3 . The method of manufacturing a grain-oriented electrical steel sheet according to claim 1 , wherein the steel further contains at least one kind selected from a group consisting of Cr: 0.010 mass % to 0.20 mass %, Sn: 0.010 mass % to 0.20 mass %, Sb: 0.010 mass % to 0.20 mass %, Ni: 0.010 mass % to 0.20 mass %, Se: 0.005 mass % to 0.02 mass %, Bi: 0.005 mass % to 0.02 mass %, Pb: 0.005 mass % to 0.02 mass %, B: 0.005 mass % to 0.02 mass %, V: 0.005 mass % to 0.02 mass %, Mo: 0.005 mass % to 0.02 mass %, and As: 0.005 mass % to 0.02 mass %.
4 . The method of manufacturing a grain-oriented electrical steel sheet according to claim 2 , wherein the steel further contains at least one kind selected from a group consisting of Cr: 0.010 mass % to 0.20 mass %, Sn: 0.010 mass % to 0.20 mass %, Sb: 0.010 mass % to 0.20 mass %, Ni: 0.010 mass % to 0.20 mass %, Se: 0.005 mass % to 0.02 mass %, Bi: 0.005 mass % to 0.02 mass %, Pb: 0.005 mass % to 0.02 mass %, B: 0.005 mass % to 0.02 mass %, V: 0.005 mass % to 0.02 mass %, Mo: 0.005 mass % to 0.02 mass %, and As: 0.005 mass % to 0.02 mass %.
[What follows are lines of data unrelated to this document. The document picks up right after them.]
"""The trend of the excess in words, and as the records that a program may want."""

from __future__ import annotations

from collections import Counter
from collections.abc import Sequence
from dataclasses import asdict, dataclass
from math import isfinite
from typing import Any

import numpy as np
import pandas as pd

from logbook.answers.headline import excess_of
from logbook.book.entry import Entry
from logbook.judgement.borders import INSTRUMENT_EVENTS, MARKS, ends_efficiency, word
from logbook.judgement.companions import Companion, companions_of
from logbook.judgement.events import Event
from logbook.judgement.figures import Worked, work_out
from logbook.judgement.flags import FLAGS, MARK, split
from logbook.judgement.trend import Segment, Trend, trend_of
from logbook.plant.records import Plant


@dataclass(frozen=True)
class AxisEvent:
    """An event where it falls on the axis of running hours."""

    hours: float
    word: str
    border: bool
    at_utc: str


@dataclass(frozen=True)
class TrendAnswer:
    """All that the Trend pane and the command say of one engine."""

    engine: str
    sentences: list[str]
    hours: list[float]
    excess_points: list[float]
    events: list[AxisEvent]
    segments: tuple[Segment, ...]
    companions: list[Companion]


def trend(plant: Plant, entries: Sequence[Entry], engine_id: str) -> TrendAnswer:
    """The trend of one engine since its last restoration, with all earlier segments. Raises KeyError."""
    worked = work_out(plant, entries, engine_id)
    found = trend_of(worked)
    return TrendAnswer(
        engine=engine_id,
        sentences=_sentences(plant, worked, found),
        hours=found.points["hours"].tolist(),
        excess_points=(found.points["excess_gap"] * 100).tolist(),
        events=_axis_events(found),
        segments=found.segments,
        companions=companions_of(worked),
    )


def _sentences(plant: Plant, worked: Worked, found: Trend) -> list[str]:
    if not found.segments:
        counts = Counter(key for flags in worked.frame["flags"] for key in split(flags) if FLAGS[key].kind != MARK)
        reasons = "; ".join(f"{FLAGS[key].sentence} ({count})" for key, count in counts.most_common(3))
        return [f"No reading of {worked.engine.id} can be compared yet. Most often: {reasons or 'no readings'}."]
    segment = found.segments[-1]
    since = f"since {segment.from_utc[:10]}"
    opened = f" ({word(segment.opened_by)})" if segment.opened_by else " (the log begins)"
    lines = [_call(segment, since, opened)]
    latest = worked.frame[worked.frame["comparable"]].tail(1).to_dict("records")
    excess = excess_of({str(key): value for key, value in latest[0].items()}) if latest else None
    lines.append(
        f"Mean excess {100 * segment.mean:+.2f} points over {segment.n} days compared"
        f" ({segment.compared_hours:.0f} running hours); last reading"
        f" {excess.g_kwh:+.1f} g/kWh." if excess else f"{segment.n} days compared."
    )  # fmt: skip
    lines.append(_fuel(plant, segment))
    if segment.shape_differs:
        lines.append("The excess depends on load: the curve's shape does not fit this engine; build an own baseline.")
    if segment.mean < 0 and abs(segment.mean) > 2 * _u_mean(worked):
        lines.append("Better than clean: look at instrument and fuel first, then at Pmax (early ignition).")
    return lines


def _u_mean(worked: Worked) -> float:
    values = worked.frame.loc[worked.frame["comparable"], "u_excess_gap"]
    return float(values.mean()) if len(values) else float("nan")


def _call(segment: Segment, since: str, opened: str) -> str:
    if segment.slope is None or segment.low is None or segment.high is None:
        need = f"; about {segment.more_readings_needed} more days" if segment.more_readings_needed else ""
        return f"Excess: cannot tell yet, {segment.n} days {since}{opened}{need}."
    interval = f"({segment.low:+.2f} to {segment.high:+.2f}) points in 1,000 h"
    if segment.call == "cannot tell yet":
        need = f"; about {segment.more_readings_needed} more days" if segment.more_readings_needed else ""
        return f"Excess: cannot tell yet {since}{opened}: {segment.slope:+.2f} {interval}{need}."
    return f"Excess {segment.call} {segment.slope:+.2f} {interval} {since}{opened}."


def _fuel(plant: Plant, segment: Segment) -> str:
    fuel, u = segment.excess_fuel_t, 2 * segment.u_excess_fuel_t
    if not isfinite(fuel) or not isfinite(u):
        return "Excess fuel cannot be had."
    said = f"Excess fuel since then {fuel:+.1f} +- {u:.1f} t over the readings compared"
    price = next((grade.price_per_t for grade in plant.fuels if grade.price_per_t), None)
    if abs(fuel) <= u:
        return f"{said}: not different from zero."
    if fuel < 0:
        return f"{said}; no saving is printed for it."
    return f"{said}, {fuel * price:.0f} {plant.currency}." if price else f"{said}."


def _axis_events(found: Trend) -> list[AxisEvent]:
    if not found.running_hours_at:
        return []
    moments = np.array([moment for moment, _ in found.running_hours_at])
    hours = np.array([at for _, at in found.running_hours_at])
    result = []
    for event in found.events:
        border = ends_efficiency(event.kind, event.instrument)
        if not border and event.kind not in (*MARKS, *INSTRUMENT_EVENTS):
            continue
        at = float(np.interp(event.hours, moments, hours))
        utc = pd.Timestamp(event.hours, unit="h", tz="UTC").strftime("%Y-%m-%d")
        result.append(AxisEvent(at, _event_word(event), border, utc))
    return result


def _event_word(event: Event) -> str:
    lot = event.body.get("lot")
    return f"{word(event.kind)} {lot}" if lot and event.kind == "change_over" else word(event.kind)


def as_record(answer: TrendAnswer) -> dict[str, Any]:
    """For `--json`: names as they are fixed for the outside."""
    segments = []
    for segment in answer.segments:
        record = asdict(segment)
        record["interval"] = [record.pop("low"), record.pop("high")]
        record["slope_per"] = "1000 h"
        record["axis"] = "engine_hours"
        segments.append(record)
    return {"engine": answer.engine, "segments": segments, "changes": []}


def segment_line(segment: Segment) -> str:
    """A segment in one line: span, what opened it, slope, call, excess fuel."""
    slope = "too few" if segment.slope is None else f"{segment.slope:+.2f} ({segment.low:+.2f} to {segment.high:+.2f})"
    opened = word(segment.opened_by) if segment.opened_by else "the log begins"
    return (
        f"{segment.from_utc[:10]} to {segment.to_utc[:10]}  {opened:<28} {segment.n:>4} days  {slope:<26}"
        f" {segment.call:<16} {segment.excess_fuel_t:+.1f} t"
    )
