import { validate } from "@readme/openapi-parser";
import { afterAll, beforeAll, describe, expect, it } from "vitest";
import { problemCatalogue } from "../../src/problem/index.ts";
import { physicalTermNames } from "../../src/relativity/index.ts";
import {
  document,
  documentAllows,
  holdAgainstDocument,
  holdGoodAnswer,
  holdProblem,
  operation,
} from "../support/contract.ts";
import {
  altered,
  type Body,
  circleTable,
  correction,
  epoch,
  flight,
  highOrbit,
  lowOrbit,
  millisecondClock,
  moment,
  mountain,
  prediction,
} from "../support/requests.ts";
import { post, type Service, send, startService } from "../support/service.ts";

/** Every route and every option, each answer held against the interface document to the letter. */

let service: Service;
beforeAll(async () => {
  service = await startService();
});
afterAll(() => service.close());

const identity = (size: number, diagonal: number) =>
  Array.from({ length: size }, (_, i) => Array.from({ length: size }, (_, j) => (i === j ? diagonal : 0)));

const ecef = (): Body => ({
  ...lowOrbit(),
  frame: "ITRF",
  // Slower by the Earth's rotation at this radius, 0.503 km/s.
  velocityKmPerS: [0, 4.397, 5.8],
});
5 . The method of manufacturing a grain-oriented electrical steel sheet according to claim 1 , wherein
a Ti content in the steel is 0.0020 mass % to 0.0080 mass %, a Cu content in the steel is 0.01 mass % to 0.10 mass %, and a relation of “20×[Ti]+[Cu]≦0.18” is established where the Ti content (mass %) in the steel is expressed as [Ti] and the Cu content (mass %) is expressed as [Cu].
6 . The method of manufacturing a grain-oriented electrical steel sheet according to claim 2 , wherein
a Ti content in the steel is 0.0020 mass % to 0.0080 mass %, a Cu content in the steel is 0.01 mass % to 0.10 mass %, and a relation of “20×[Ti]+[Cu]≦0.18” is established where the Ti content (mass %) in the steel is expressed as [Ti] and the Cu content (mass %) is expressed as [Cu].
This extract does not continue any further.